The difficulty of physically transporting goods or people leads to a strong emphasis on electronic communication. Direct lines of sight from the colony to the Earth make radio, television, and facsimile transmission easy. Many of the special services mentioned earlier could be supplied remotely, for example, accounting, education, and even many medical diagnostic services can be performed electronically. Consequently a colony in space is expected to have highly developed electronic communications for commerce, education, entertainment and community activities. These should be designed to be easily accessible to the members of the colony, probably with two-way capability and linked to computers. The network is of such importance that it should have a high degree of redundancy for reliability, and be designed to assure privacy. It is likely that both the physical and social organization of the community will be shaped around the communications system.
Governance and Social Order
Distance and isolation also affect the governance and social order. Whether space colonization is a unilateral effort on the part of the United States or a cross-national enterprise, it will most likely be sponsored by a public or quasipublic organization with a bureaucratic structure which permeates the early settlement. The sense of isolation may stimulate the organizational development of communities away from the organizational form of the sponsor as the interests and life circumstances of a rapidly growing population change and develop. The form of governance depends very much on the preferences of the settlers, in much the same way as allowances for individual choice have been emphasized in other considerations of life in space.

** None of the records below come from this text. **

package dev.sheetwright.inventory;

import static org.junit.jupiter.api.Assertions.assertEquals;
import static org.junit.jupiter.api.Assertions.assertTrue;

import java.util.ArrayList;
import java.util.List;
import net.jqwik.api.Arbitraries;
import net.jqwik.api.Arbitrary;
import net.jqwik.api.Combinators;
import net.jqwik.api.ForAll;
import net.jqwik.api.Property;
import net.jqwik.api.Provide;
import net.jqwik.api.constraints.DoubleRange;

class RemnantOutlineProperties {
    private static final double EPS = 1e-6;

    @Property
    void rectangle_sizeAndAreaMatch(@ForAll @DoubleRange(min = 0.5, max = 6000) double w,
                                    @ForAll @DoubleRange(min = 0.5, max = 6000) double h) {
        RemnantOutline o = RemnantOutline.rectangle(w, h);

        assertTrue(o.isRectangle());
        assertEquals(w, o.widthMm());
        assertEquals(h, o.heightMm());
        assertEquals(w * h, o.areaMm2(), w * h * EPS);
    }

    @Property
    void toText_parsesBackToTheSameOutline(@ForAll("starPolygons") List<OutlinePoint> corners) {
        RemnantOutline o = RemnantOutline.of(corners);

        assertEquals(o, RemnantOutline.parse(o.toText()));
    }

    @Property
    void of_translatedOrReversedCorners_giveTheSameShapeAtTheOrigin(
            @ForAll("starPolygons") List<OutlinePoint> corners,
            @ForAll @DoubleRange(min = -5000, max = 5000) double dx,
            @ForAll @DoubleRange(min = -5000, max = 5000) double dy) {
        RemnantOutline o = RemnantOutline.of(corners);
        List<OutlinePoint> moved = new ArrayList<>();
        for (OutlinePoint p : corners) {
            moved.add(OutlinePoint.of(p.x() + dx, p.y() + dy));
        }
        java.util.Collections.reverse(moved);

        RemnantOutline m = RemnantOutline.of(moved);

        assertEquals(o.widthMm(), m.widthMm(), EPS);
        assertEquals(o.heightMm(), m.heightMm(), EPS);
        assertEquals(o.areaMm2(), m.areaMm2(), o.areaMm2() * EPS);
        assertEquals(0.0, m.vertices().stream().mapToDouble(OutlinePoint::x).min().orElseThrow(), 0.0);
        assertEquals(0.0, m.vertices().stream().mapToDouble(OutlinePoint::y).min().orElseThrow(), 0.0);
        assertTrue(m.toPolygon().isValid());
    }

    /** Star-shaped polygons: corners at increasing angles around a centre, so the ring never crosses itself. */
    @Provide
    Arbitrary<List<OutlinePoint>> starPolygons() {
        return Arbitraries.integers().between(3, 12).flatMap(n ->
                Combinators.combine(
                        Arbitraries.doubles().between(50, 2000).list().ofSize(n),
                        Arbitraries.doubles().between(0.1, 0.9).list().ofSize(n))
                        .as((radii, jitter) -> {
                            List<OutlinePoint> pts = new ArrayList<>();
                            for (int i = 0; i < n; i++) {
                                double a = 2 * Math.PI * (i + jitter.get(i)) / n;
                                pts.add(OutlinePoint.of(3000 + radii.get(i) * Math.cos(a),
                                        3000 + radii.get(i) * Math.sin(a)));
                            }
                            return pts;
                        }));
    }
}
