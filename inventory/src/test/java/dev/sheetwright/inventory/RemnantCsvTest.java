package dev.sheetwright.inventory;

import static org.junit.jupiter.api.Assertions.assertEquals;
import static org.junit.jupiter.api.Assertions.assertThrows;
import static org.junit.jupiter.api.Assertions.assertTrue;

import dev.sheetwright.core.material.MaterialType;
import java.io.StringWriter;
import java.nio.charset.StandardCharsets;
import java.nio.file.Files;
import java.nio.file.Path;
import java.time.Duration;
import java.time.Instant;
import java.util.ArrayList;
import java.util.List;
import java.util.Set;
import org.junit.jupiter.api.AfterEach;
import org.junit.jupiter.api.Test;
import org.junit.jupiter.api.io.TempDir;
import org.junit.jupiter.params.Parameter;
import org.junit.jupiter.params.ParameterizedClass;
import org.junit.jupiter.params.provider.MethodSource;

@ParameterizedClass
@MethodSource("dev.sheetwright.inventory.TestRack#kinds")
class RemnantCsvTest {
    private static final Instant T0 = Instant.parse("2025-03-14T09:30:00Z");
    private static final String HEADER =
            "id,material,gauge,thickness_mm,width_mm,height_mm,outline,location,added,source,state\n";

    @Parameter
    TestRack.Kind kind;

    @TempDir
    Path dir;
    private final List<TestRack> racks = new ArrayList<>();

    /** A new empty rack on this run's backend, dropped after the test. */
    private TestRack rack(String name) {
        TestRack r = TestRack.make(kind, dir, name);
        racks.add(r);
        return r;
    }

    @AfterEach
    void drop() {
        racks.forEach(TestRack::close);
    }

    @Test
    void exportCsv_thenImportIntoEmptyStore_givesTheSameRecords() throws Exception {
        MutableClock clock = new MutableClock(T0);
        List<Remnant> original;
        StringWriter csv = new StringWriter();
        try (RemnantStore a = rack("a.db").open(clock)) {
            a.add(NewRemnant.manual(MaterialType.GALVANIZED, 24, RemnantOutline.rectangle(1219.2, 762), "A1"));
            clock.advance(Duration.ofMinutes(5));
            a.add(new NewRemnant(MaterialType.STAINLESS, 18, 1.27,
                    RemnantOutline.parse("0,0 1000,0 1000,300.125 400,300.125 400,800 0,800"),
                    "rack \"B\", slot 3", RemnantSource.job("Smith, Kitchen", 2)));
            a.add(NewRemnant.manualMm(MaterialType.ALUMINUM, 0.8, RemnantOutline.rectangle(0.1, 1e-3), ""));
            a.add(NewRemnant.manual(MaterialType.STEEL, 16, RemnantOutline.rectangle(50, 50), "gone"));
            a.remove("R-0004");
            // R-0003 used by a plan, so the state column is exercised
            a.reserve(RemnantFilter.any().withMaterial(MaterialType.ALUMINUM), "p", Duration.ofMinutes(1));
            a.hold("p", "J-1", Set.of("R-0003"), List.of(), Duration.ofMinutes(1));
            a.commitPlan("p", "");
            a.exportCsv(csv);
            original = a.list(RemnantFilter.any().withIncludeUsed(true), RemnantSort.ID);
        }
        Path file = Files.writeString(dir.resolve("rack.csv"), csv.toString());

        try (RemnantStore b = rack("b.db").open(new MutableClock(T0.plusSeconds(86_400)))) {
            List<Remnant> imported = b.importCsv(file);

            assertEquals(original, imported);
            assertEquals(original, b.list(RemnantFilter.any().withIncludeUsed(true), RemnantSort.ID));
            StringWriter again = new StringWriter();
            b.exportCsv(again);
            assertEquals(csv.toString(), again.toString());
        }
        assertTrue(csv.toString().startsWith(HEADER + "R-0001,galvanized,24,,1219.2,762,,A1,2025-03-14T09:30:00Z,"
                + "manual,available\n"), csv.toString());
        assertTrue(csv.toString().contains("R-0002,stainless,18,1.27,1000,800,"
                + "\"0,0 1000,0 1000,300.125 400,300.125 400,800 0,800\",\"rack \"\"B\"\", slot 3\","
                + "2025-03-14T09:35:00Z,\"job Smith, Kitchen sheet 2\",available\n"), csv.toString());
    }

    @Test
    void importCsv_rowsWithoutIds_getNewIdsAfterTheExplicitOnes() throws Exception {
        Path file = Files.writeString(dir.resolve("in.csv"), "material,gauge,width_mm,height_mm,id\n"
                + "galvanized,26,600,300,\n"
                + "steel,20,900,400,R-0001\n");
        try (RemnantStore store = rack("r.db").open()) {
            List<Remnant> imported = store.importCsv(file);

            assertEquals(List.of("R-0002", "R-0001"), RemnantStoreTest.ids(imported));
            assertEquals(MaterialType.GALVANIZED, store.get("R-0002").orElseThrow().material());
            assertEquals("R-0003", store.add(NewRemnant.manual(MaterialType.STEEL, 20,
                    RemnantOutline.rectangle(1, 1), "")).id());
        }
    }

    @Test
    void importCsv_badRow_importsNothingAndNamesRowAndColumn() throws Exception {
        TestRack db = rack("r.db");
        Path file = Files.writeString(dir.resolve("in.csv"), HEADER
                + ",galvanized,26,,600,300,,A1,,,\n"
                + ",steel,20,,-900,400,,A2,,,\n");
        try (RemnantStore store = db.open()) {
            store.add(NewRemnant.manual(MaterialType.STEEL, 20, RemnantOutline.rectangle(10, 10), ""));
            List<String> before = db.snapshot();

            IllegalArgumentException e = assertThrows(IllegalArgumentException.class, () -> store.importCsv(file));

            assertEquals(file + " row 3, column width_mm: -900.0 is out of range; must be > 0 and at most 100000 mm",
                    e.getMessage());
            assertEquals(before, db.snapshot());
        }
    }

    @Test
    void importCsv_badCells_nameTheirColumns() throws Exception {
        assertImportError(",copper,26,,600,300,,,,,\n", "row 2, column material: material 'copper' is not"
                + " known; valid words: galvanized, steel, stainless, aluminum (or aluminium)");
        assertImportError(",steel,,,600,300,,,,,\n", "row 2, column gauge/thickness_mm: both are missing;"
                + " give a gauge or a thickness");
        assertImportError(",steel,99,,600,300,,,,,\n", "row 2, column gauge: 99 is out of range; must be 1 to 38");
        assertImportError(",steel,20,abc,600,300,,,,,\n", "row 2, column thickness_mm: 'abc' is not a number");
        assertImportError(",steel,20,,,,\"0,0 10,10 10,0 0,10\",,,,\n", "row 2, column outline: 0,0 10,10 10,0"
                + " 0,10 is not a simple polygon (self-intersection at (5,5)); edges must not cross or touch");
        assertImportError(",steel,20,,11,10,\"0,0 10,0 10,10\",,,,\n",
                "row 2, column width_mm: 11 does not match the outline's 10 mm; leave it empty or correct it");
        assertImportError(",steel,20,,600,,,,,,\n",
                "row 2, column height_mm: is empty; a rectangle needs width_mm and height_mm");
        assertImportError(",steel,20,,600,300,,,yesterday,,\n", "row 2, column added: 'yesterday' is not an"
                + " ISO-8601 date (2025-03-14) or instant (2025-03-14T09:30:00Z)");
        assertImportError(",steel,20,,600,300,,,,,lost\n",
                "row 2, column state: unknown state 'lost'; expected one of available | reserved | used");
        assertImportError("X-1,steel,20,,600,300,,,,,\n", "row 2, column id: 'X-1' is not a remnant id;"
                + " expected R- followed by a number from 1, e.g. R-0042");
        assertImportError(",steel,20,,600,300,,,\n", "row 2: has 9 cells but the header has 11");
        assertImportError("R-0005,steel,20,,600,300,,,,,\nR-0005,steel,20,,600,300,,,,,\n",
                "row 3, column id: R-0005 appears twice in the file");
    }

    @Test
    void importCsv_idIssuedBefore_isRefused() throws Exception {
        TestRack db = rack("r.db");
        Path file = Files.writeString(dir.resolve("in.csv"), HEADER + "R-0001,steel,20,,600,300,,,,,\n");
        try (RemnantStore store = db.open()) {
            store.add(NewRemnant.manual(MaterialType.STEEL, 20, RemnantOutline.rectangle(10, 10), ""));
            IllegalArgumentException inUse = assertThrows(IllegalArgumentException.class, () -> store.importCsv(file));
            assertEquals(file + " row 2, column id: R-0001 is already in " + db.shown(), inUse.getMessage());

            store.remove("R-0001");
            IllegalArgumentException reused = assertThrows(IllegalArgumentException.class,
                    () -> store.importCsv(file));
            assertEquals(file + " row 2, column id: R-0001 was issued before and removed; ids are never reused"
                    + " (leave the cell empty)", reused.getMessage());
        }
    }

    @Test
    void importCsv_unknownHeaderColumn_isRefused() throws Exception {
        Path file = Files.writeString(dir.resolve("in.csv"), "material,colour\nsteel,red\n");
        try (RemnantStore store = rack("r.db").open()) {
            IllegalArgumentException e = assertThrows(IllegalArgumentException.class, () -> store.importCsv(file));
            assertEquals(file + " row 1, column 2: unknown column 'colour'; expected some of id, material, gauge,"
                    + " thickness_mm, width_mm, height_mm, outline, location, added, source, state", e.getMessage());
        }
    }

    @Test
    void importCsv_missingFile_isBadInput() {
        try (RemnantStore store = rack("r.db").open()) {
            Path missing = dir.resolve("nope.csv");
            IllegalArgumentException e = assertThrows(IllegalArgumentException.class, () -> store.importCsv(missing));
            assertEquals("csv: no such file " + missing, e.getMessage());
        }
    }

    @Test
    void importCsv_binaryFile_isBadInputNamingTheByteAndNothingChanges() throws Exception {
        TestRack db = rack("r.db");
        byte[] bytes = "material,gauge,width_mm,height_mm\nsteel,20,600,300\n".getBytes(StandardCharsets.UTF_8);
        byte[] binary = java.util.Arrays.copyOf(bytes, bytes.length + 4);
        binary[bytes.length] = (byte) 0xC3;
        binary[bytes.length + 1] = (byte) 0x28;
        Path file = Files.write(dir.resolve("in.csv"), binary);
        try (RemnantStore store = db.open()) {
            List<String> before = db.snapshot();
            IllegalArgumentException e = assertThrows(IllegalArgumentException.class, () -> store.importCsv(file));
            assertEquals(file + ": is not UTF-8 text (byte offset " + bytes.length + ", line 3); save the sheet as"
                    + " CSV UTF-8", e.getMessage());
            assertEquals(before, db.snapshot());
        }
    }

    @Test
    void importCsv_latin1Location_isRefusedAsNotUtf8() throws Exception {
        TestRack db = rack("r.db");
        String header = "material,gauge,width_mm,height_mm,location\n";
        String before = "steel,20,600,300,Gie";
        Path file = Files.write(dir.resolve("in.csv"),
                (header + before + "\u00dferei\n").getBytes(StandardCharsets.ISO_8859_1));
        try (RemnantStore store = db.open()) {
            IllegalArgumentException e = assertThrows(IllegalArgumentException.class, () -> store.importCsv(file));
            assertEquals(file + ": is not UTF-8 text (byte offset " + (header.length() + before.length())
                    + ", line 2); save the sheet as CSV UTF-8",
                    e.getMessage());
        }
    }

    private void assertImportError(String row, String expected) throws Exception {
        TestRack db = rack("err.db");
        Path file = Files.writeString(dir.resolve("err.csv"), HEADER + row);
        try (RemnantStore store = db.open()) {
            List<String> before = db.snapshot();
            IllegalArgumentException e = assertThrows(IllegalArgumentException.class, () -> store.importCsv(file));
            assertEquals(file + " " + expected, e.getMessage());
            assertEquals(before, db.snapshot());
        }
    }
}
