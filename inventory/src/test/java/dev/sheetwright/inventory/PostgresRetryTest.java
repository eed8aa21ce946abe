package dev.sheetwright.inventory;

import static org.junit.jupiter.api.Assertions.assertFalse;
import static org.junit.jupiter.api.Assertions.assertTrue;

import java.sql.SQLException;
import org.junit.jupiter.api.Test;

/** Which server refusals a change runs again for (PostgreSQL documentation, section 13.5). */
class PostgresRetryTest {
    @Test
    void serializationFailuresDeadlocksAndKeysTwoWritersBothChoseAreRunAgain() {
        assertTrue(PostgresBackend.refusedForRace(new SQLException("could not serialize", "40001")));
        assertTrue(PostgresBackend.refusedForRace(new SQLException("deadlock detected", "40P01")));
        assertTrue(PostgresBackend.refusedForRace(new SQLException("duplicate key value", "23505")));
        assertTrue(PostgresBackend.refusedForRace(new SQLException("batch failed", "08000",
                new SQLException("duplicate key value", "23505"))), "a refusal wrapped in another");
    }

    @Test
    void otherRefusalsAreReportedAtOnce() {
        assertFalse(PostgresBackend.refusedForRace(new SQLException("foreign key", "23503")));
        assertFalse(PostgresBackend.refusedForRace(new SQLException("connection refused", "08001")));
        assertFalse(PostgresBackend.refusedForRace(new SQLException("no state")));
    }
}
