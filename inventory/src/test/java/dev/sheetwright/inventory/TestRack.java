package dev.sheetwright.inventory;

import static org.junit.jupiter.api.Assertions.fail;

import java.nio.file.Path;
import java.sql.Connection;
import java.sql.DriverManager;
import java.sql.ResultSet;
import java.sql.ResultSetMetaData;
import java.sql.SQLException;
import java.sql.Statement;
import java.time.Clock;
import java.util.ArrayList;
import java.util.List;
import java.util.Properties;
import java.util.UUID;
import java.util.stream.Stream;
import org.junit.jupiter.api.Assumptions;

/**
 * One empty rack for one test, on either backend, so the store tests run unchanged against both: a SQLite file in
 * the test's folder, or a new database on the PostgreSQL test server named by {@value #SERVER_VARIABLE} (an admin
 * URL; {@code .ci/run} starts a throwaway server and sets it). Without a server the PostgreSQL runs are skipped, but
 * they fail when {@code SHEETWRIGHT_REQUIRE_EXTERNAL=1}.
 */
final class TestRack implements AutoCloseable {
    static final String SERVER_VARIABLE = "SHEETWRIGHT_TEST_POSTGRES";

    enum Kind { SQLITE, POSTGRESQL }

    /** For {@code @MethodSource}: both backends. */
    static Stream<Kind> kinds() {
        return Stream.of(Kind.values());
    }

    final Kind kind;
    final RackLocation location;
    private final RackLocation.Server admin;

    private TestRack(Kind kind, RackLocation location, RackLocation.Server admin) {
        this.kind = kind;
        this.location = location;
        this.admin = admin;
    }

    /** A new empty rack location of {@code kind} (the SQLite file {@code dir/name}). */
    static TestRack make(Kind kind, Path dir, String name) {
        if (kind == Kind.SQLITE) {
            return new TestRack(kind, new RackLocation.File(dir.resolve(name)), null);
        }
        RackLocation.Server admin = server();
        String db = "sw_test_" + UUID.randomUUID().toString().replace("-", "").substring(0, 16);
        try (Connection c = connect(admin); Statement s = c.createStatement()) {
            s.execute("CREATE DATABASE " + db);
        } catch (SQLException e) {
            throw new IllegalStateException("cannot create test database " + db + ": " + e.getMessage(), e);
        }
        return new TestRack(kind, new RackLocation.Server(admin.user(), admin.password(), admin.host(),
                admin.port(), db), admin);
    }

    /** The test server's admin location; skips (or fails under SHEETWRIGHT_REQUIRE_EXTERNAL=1) when there is none. */
    static RackLocation.Server server() {
        String url = System.getenv(SERVER_VARIABLE);
        if (url == null || url.isBlank()) {
            if ("1".equals(System.getenv("SHEETWRIGHT_REQUIRE_EXTERNAL"))) {
                fail(SERVER_VARIABLE + " is not set but SHEETWRIGHT_REQUIRE_EXTERNAL=1: the PostgreSQL rack tests"
                        + " need a test server (.ci/run starts one)");
            }
            Assumptions.abort("no PostgreSQL test server (" + SERVER_VARIABLE + " unset)");
        }
        return (RackLocation.Server) RackLocation.parse(url);
    }

    static Connection connect(RackLocation.Server s) throws SQLException {
        Properties p = new Properties();
        p.setProperty("user", s.user());
        if (s.password() != null) {
            p.setProperty("password", s.password());
        }
        return new org.postgresql.Driver().connect("jdbc:postgresql://" + s.host() + ":" + s.port() + "/"
                + s.database(), p);
    }

    /** The SQLite file (only for {@link Kind#SQLITE}). */
    Path file() {
        return ((RackLocation.File) location).path();
    }

    /** How the store names this rack in messages. */
    String shown() {
        return location.toString();
    }

    RemnantStore open() {
        return RemnantStore.open(location, true);
    }

    RemnantStore open(Clock clock) {
        return RemnantStore.open(location, true, clock);
    }

    RemnantStore open(Clock clock, List<Migration> migrations, FaultPoint faults) {
        return RemnantStore.open(RemnantStore.backend(location), true, clock, migrations, faults);
    }

    /** Every row of the rack's tables (remnants, id counter, schema versions, plans), to compare before and after. */
    List<String> snapshot() {
        List<String> rows = new ArrayList<>();
        try (Connection c = rawConnection(); Statement s = c.createStatement()) {
            dump(s, "SELECT * FROM remnant ORDER BY seq", rows);
            dump(s, "SELECT name, seq FROM " + (kind == Kind.SQLITE ? "sqlite_sequence" : "remnant_issued")
                    + " ORDER BY name", rows);
            dump(s, "SELECT * FROM schema_version ORDER BY version", rows);
            dump(s, "SELECT * FROM plan ORDER BY id", rows);
            dump(s, "SELECT * FROM plan_offcut_id ORDER BY seq", rows);
        } catch (SQLException e) {
            throw new IllegalStateException(e);
        }
        return rows;
    }

    /** Runs SQL on the rack behind the store's back. */
    void execute(String sql) {
        try (Connection c = rawConnection(); Statement s = c.createStatement()) {
            s.execute(sql);
        } catch (SQLException e) {
            throw new IllegalStateException(e);
        }
    }

    /** Makes the database refuse to insert a remnant whose source is {@code source}, as a full disk would. */
    void refuseInsertsOfSource(String source, String message) {
        if (kind == Kind.SQLITE) {
            execute("CREATE TRIGGER refuse_insert BEFORE INSERT ON remnant WHEN NEW.source = '" + source + "'"
                    + " BEGIN SELECT RAISE(ABORT, '" + message + "'); END");
        } else {
            execute("CREATE FUNCTION refuse_insert() RETURNS trigger AS $$ BEGIN IF NEW.source = '" + source
                    + "' THEN RAISE EXCEPTION '" + message + "'; END IF; RETURN NEW; END $$ LANGUAGE plpgsql");
            execute("CREATE TRIGGER refuse_insert BEFORE INSERT ON remnant FOR EACH ROW EXECUTE FUNCTION"
                    + " refuse_insert()");
        }
    }

    Connection rawConnection() throws SQLException {
        if (kind == Kind.SQLITE) {
            return DriverManager.getConnection("jdbc:sqlite:" + file());
        }
        return connect((RackLocation.Server) location);
    }

    private static void dump(Statement s, String sql, List<String> rows) throws SQLException {
        try (ResultSet rs = s.executeQuery(sql)) {
            ResultSetMetaData md = rs.getMetaData();
            while (rs.next()) {
                StringBuilder sb = new StringBuilder();
                for (int i = 1; i <= md.getColumnCount(); i++) {
                    sb.append(md.getColumnName(i)).append('=').append(rs.getString(i)).append(' ');
                }
                rows.add(sb.toString());
            }
        }
    }

    @Override
    public void close() {
        if (admin == null) {
            return;
        }
        String db = ((RackLocation.Server) location).database();
        try (Connection c = connect(admin); Statement s = c.createStatement()) {
            s.execute("DROP DATABASE IF EXISTS " + db + " WITH (FORCE)");
        } catch (SQLException e) {
            throw new IllegalStateException("cannot drop test database " + db + ": " + e.getMessage(), e);
        }
    }
}
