package dev.sheetwright.inventory;

import dev.sheetwright.core.material.MaterialType;
import java.nio.file.Path;
import java.time.Duration;
import java.util.ArrayList;
import java.util.List;
import java.util.Set;

/**
 * A stand-in planner used by the concurrency tests, in threads and as a separate JVM: it takes one
 * galvanized remnant at a time, cuts it (commit) and records a steel offcut, until none is left.
 */
final class PlannerMain {
    private PlannerMain() {
    }

    /** Arguments: database file, plan id. Prints one line per commit: the used id and the offcut id. */
    public static void main(String[] args) {
        for (String line : run(Path.of(args[0]), args[1])) {
            System.out.println(line);
        }
    }

    static List<String> run(Path file, String planId) {
        List<String> lines = new ArrayList<>();
        RemnantFilter galvanized = RemnantFilter.any().withMaterial(MaterialType.GALVANIZED);
        try (RemnantStore store = RemnantStore.open(file)) {
            for (int round = 1; ; round++) {
                List<Remnant> got = store.reserve(galvanized, planId, Duration.ofMinutes(5), 1);
                if (got.isEmpty()) {
                    return lines;
                }
                String used = got.get(0).id();
                List<Remnant> offcuts = store.commit(planId, Set.of(used), List.of(NewRemnant.offcut(
                        MaterialType.STEEL, 20, null, RemnantOutline.rectangle(100, 50), "bin", planId, round)));
                lines.add(used + " " + offcuts.get(0).id());
            }
        }
    }
}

Maintenance of order and of internal as well as external security initially falls to the Earth-based sponsoring organizations and then to the organized community which is expected to rise early in the colony's history. The small size of the settlement, combined with a rather precarious manufactured environment, may emphasize a concern for internal security. Any individual or small group could, in prospect, undertake to destroy the entire colony by opening the habitat to surrounding space, by disrupting the power supply, or by other actions which have few corresponding forms in Earth-based settings. Whatever organizational form the colonists evolve, it must be able to assure the physical security of the habitat and its supporting systems, and this need for security may infringe upon other desirable features of the colony and its operation.